If that sounds too good to be true, have a look at the test I’ve performed recently to find out if Localazy AI can handle the context correctly.
💬 FAQs 🔗
Have Chinese LLMs improved since 2025? 🔗
According to research from OpenRouter and Andreessen Horowitz, Chinese open-source models went from roughly 1.2% of global AI usage in late 2024 to nearly 30% by the end of 2025. Their performance has improved significantly. For example, DeepSeek’s V3.2-Speciale model won gold medals in the International Mathematical Olympiad and the International Olympiad in Informatics.
According to BenchLM.ai, the gap between the Chinese model and the global frontier is shrinking. Number one Chinese LLM is DeepSeek V4 Pro (Max), followed by DeepSeek V4 Pro (High) and Kimi K2.6. CAISI Evaluation assessed that DeepSeek V4’s capabilities lag behind the frontier models by about 8 months. This assessment also confirms that DeepSeek V4 is more cost-efficient than other models of similar capability.
Are Chinese AI models as good as Western models for translation? 🔗
Our tests prove that the top Chinese models (especially DeepSeek) are comparable to the Western models when it comes to translation. With the relevant context and precise instructions, these models are able to generate decent results.
Which LLM is best for localizing a mobile app? 🔗
There’s no one-size-fits-all solution. The results will vary depending on the language. According to the findings of the WMT25 General Machine Translation Shared Task, the best system overall was Gemini 2.5 Pro (it ended up in the top cluster in 14 language pairs). Our experiments from the Translation War no. 1 focused on mobile apps showed that DeepSeek is the top model for localizing mobile apps into Polish, and Claude for Croatian.
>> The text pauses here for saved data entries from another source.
// Shared set-up of the browser tests: where the site runs (the runner sets
// E2E_BASE_URL), where screenshots go, Debian's Chromium started headless as
// the machine requires, and the sign-in form filled in.
import fs from 'node:fs';
import path from 'node:path';
import { chromium, type Browser, type Page } from 'playwright-core';

export const baseURL = process.env.E2E_BASE_URL ?? 'http://127.0.0.1:5490';
export const artifacts = path.resolve('artifacts/e2e');
export const password = 'modewright-demo';
export const courseTitle = 'Data-Driven Dynamics Studio';

/** Headless Debian Chromium (no downloaded browser), with the screenshot folder made. */
export async function launchBrowser(): Promise<Browser> {
  fs.mkdirSync(artifacts, { recursive: true });
  return chromium.launch({
    executablePath: process.env.CHROMIUM_PATH ?? '/usr/bin/chromium',
    args: ['--no-sandbox', '--disable-background-networking', '--disable-gpu', '--disable-component-update', '--no-first-run', '--disable-sync'],
  });
}

/** Fill in and send the sign-in form on the page that shows it. */
export async function submitSignIn(page: Page, email: string, pass = password): Promise<void> {
  await page.getByLabel('E-mail').fill(email);
  await page.getByLabel('Password').fill(pass);
  await page.getByRole('button', { name: 'Sign in' }).click();
}
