// Browser test of the assignment screens: the built site, served by the real
// server against the seeded e2e database (the runner sets E2E_BASE_URL). The
// demo instructor writes an assignment on a generated scenario with one
// variant per student, publishes it, watches the references finish and opens
// the complex-plane preview; a student then opens it and downloads her data.
// Expectations are facts of this project's invented demo data, no outside source.
import fs from 'node:fs';
import path from 'node:path';
import { afterAll, beforeAll, describe, expect, it } from 'vitest';
import type { Browser } from 'playwright-core';
import { artifacts, launchBrowser, openDemoCourse } from './helpers.js';

const title = `Damped rotations seen by sensors ${Date.now().toString(36)}`;

let browser: Browser;

beforeAll(async () => {
  browser = await launchBrowser();
});

afterAll(async () => {
  await browser?.close();
});

const signIn = (email: string, width = 1280) => openDemoCourse(browser, email, { width, acceptDownloads: true });

describe('assignments in the browser', () => {
  it('the instructor writes an assignment on a scenario, publishes it and sees the references and the complex plane', async () => {
    const { page, failures } = await signIn('mara@modewright.test');
    await page.getByRole('link', { name: 'New assignment' }).click();
    await page.getByRole('heading', { name: 'New assignment', level: 1 }).waitFor();

    await page.getByLabel('Title').fill(title);
    await page.getByLabel('Statement').fill('Compute the eigenvalues $\\lambda_k$ of the exact DMD operator $A = U^\\top Y V \\Sigma^{-1}$.');
    // The live preview renders the math with KaTeX.
    await page.getByRole('region', { name: 'Preview' }).locator('.katex').first().waitFor();

    // Dataset: generated on the server from a scenario, then shown with its picture.
    await page.getByRole('radio', { name: 'Generate from a scenario' }).click();
    await page.getByLabel('Scenario', { exact: true }).selectOption('linear-field');
    await page.getByLabel('Name', { exact: true }).fill(`Sensors ${Date.now().toString(36)}`);
    await page.getByRole('button', { name: 'Generate and use this dataset' }).click();
    const card = page.getByTestId('dataset-card');
    await card.waitFor();
    expect(await card.innerText()).toMatch(/24 states × \d+ snapshots/);
    await expect.poll(() => card.getByRole('img').count()).toBeGreaterThan(0);

    // One variant per student is the default; the method is exact DMD at rank 7.
    expect(await page.getByRole('radio', { name: 'One variant per student' }).isChecked()).toBe(true);
    await page.getByLabel('Rank r').fill('7');
    await page.screenshot({ path: path.join(artifacts, 'assignment-authoring.png'), fullPage: true });

    await page.getByRole('button', { name: 'Publish…' }).click();
    const dialog = page.getByRole('dialog', { name: 'Publish this assignment?' });
    await dialog.waitFor();
    await dialog.getByRole('button', { name: 'Publish' }).click();

    // The assignment page: the progress bar counts references until every one is ready.
    await page.getByRole('heading', { name: title, level: 1 }).waitFor();
    const bar = page.getByRole('progressbar', { name: 'References ready' });
    await bar.waitFor({ timeout: 30_000 });
    const total = Number(await bar.getAttribute('aria-valuemax'));
    expect(total).toBe(12); // twelve demo students
    await expect.poll(async () => Number(await bar.getAttribute('aria-valuenow')), { timeout: 120_000, interval: 500 }).toBe(total);
    expect(await page.getByTestId('reference-progress').innerText()).toContain(`References ready ${total} of ${total}`);

    // The preview: eigenvalues on the complex plane, with the table beside it.
    const plane = page.getByRole('img', { name: /eigenvalues on the complex plane/ });
    await plane.waitFor({ timeout: 60_000 });
    const table = page.getByRole('table', { name: /Reference eigenvalues and their state/ });
    await expect.poll(() => table.locator('tbody tr').count()).toBe(7);
    // Complex numbers are written with a real minus sign.
    expect(await table.innerText()).toMatch(/\d\.\d{4} [+−] \d\.\d{4}i/);
    // Focus the picture and step to a value: its exact value shows.
    await page.mouse.move(0, 0);
    await page.getByRole('group', { name: /complex plane/ }).focus();
    await page.keyboard.press('Home');
    await page.keyboard.press('ArrowRight');
    await expect.poll(() => page.locator('dl', { hasText: 'condition' }).first().innerText()).toMatch(/λ₂/);
    await page.getByRole('region', { name: 'Eigenvalues on the complex plane' }).screenshot({ path: path.join(artifacts, 'assignment-complex-plane.png') });
    await page.screenshot({ path: path.join(artifacts, 'assignment-staff.png'), fullPage: true });

    // The variants table links to each student's reference.
    await expect.poll(() => page.getByRole('link', { name: 'Reference of Priya' }).count()).toBe(1);
    expect(failures).toEqual([]);
    await page.context().close();
  });

  it('a student opens the published assignment, downloads her own data and sees no reference value', async () => {
    const { page, failures } = await signIn('priya@modewright.test', 420);
    await page.getByRole('link', { name: title }).click();
    await page.getByRole('heading', { name: title, level: 1 }).waitFor();
    await page.getByRole('heading', { name: 'What to compute' }).waitFor();
    const text = await page.locator('main').innerText();
    expect(text).toMatch(/Due in \d+ days?/);
    expect(text).toContain('--method dmd --rank 7');
    expect(text).not.toMatch(/reference of|graded eigenvalues|condition/i);

    const [npy] = await Promise.all([page.waitForEvent('download'), page.getByRole('link', { name: 'Data as .npy' }).click()]);
    const npyPath = path.join(artifacts, 'student-variant.npy');
    await npy.saveAs(npyPath);
    const head = fs.readFileSync(npyPath).subarray(0, 6);
    expect(head.equals(Buffer.from([0x93, 0x4e, 0x55, 0x4d, 0x50, 0x59]))).toBe(true); // \x93NUMPY, the .npy magic

    const [meta] = await Promise.all([page.waitForEvent('download'), page.getByRole('link', { name: 'Metadata (JSON)' }).click()]);
    const metaPath = path.join(artifacts, 'student-variant.json');
    await meta.saveAs(metaPath);
    const m = JSON.parse(fs.readFileSync(metaPath, 'utf8')) as { shape: number[]; pairs: boolean };
    expect(m.shape[0]).toBe(24);
    expect(m.pairs).toBe(false);

    await page.screenshot({ path: path.join(artifacts, 'assignment-student-narrow.png'), fullPage: true });
    expect(failures).toEqual([]);
    await page.context().close();
  });
});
The Intento report highlights that it’s the multi-agent workflow that delivers the best results. Bear in mind that top models constantly get new updates, and their results change. What’s the best varies depending on whether you prioritize translation accuracy, brand voice, terminology consistency, creativity, or privacy constraints. Whatever you choose, don’t forget about the human review, as studies show tone, nuance, and cultural fit still need careful oversight.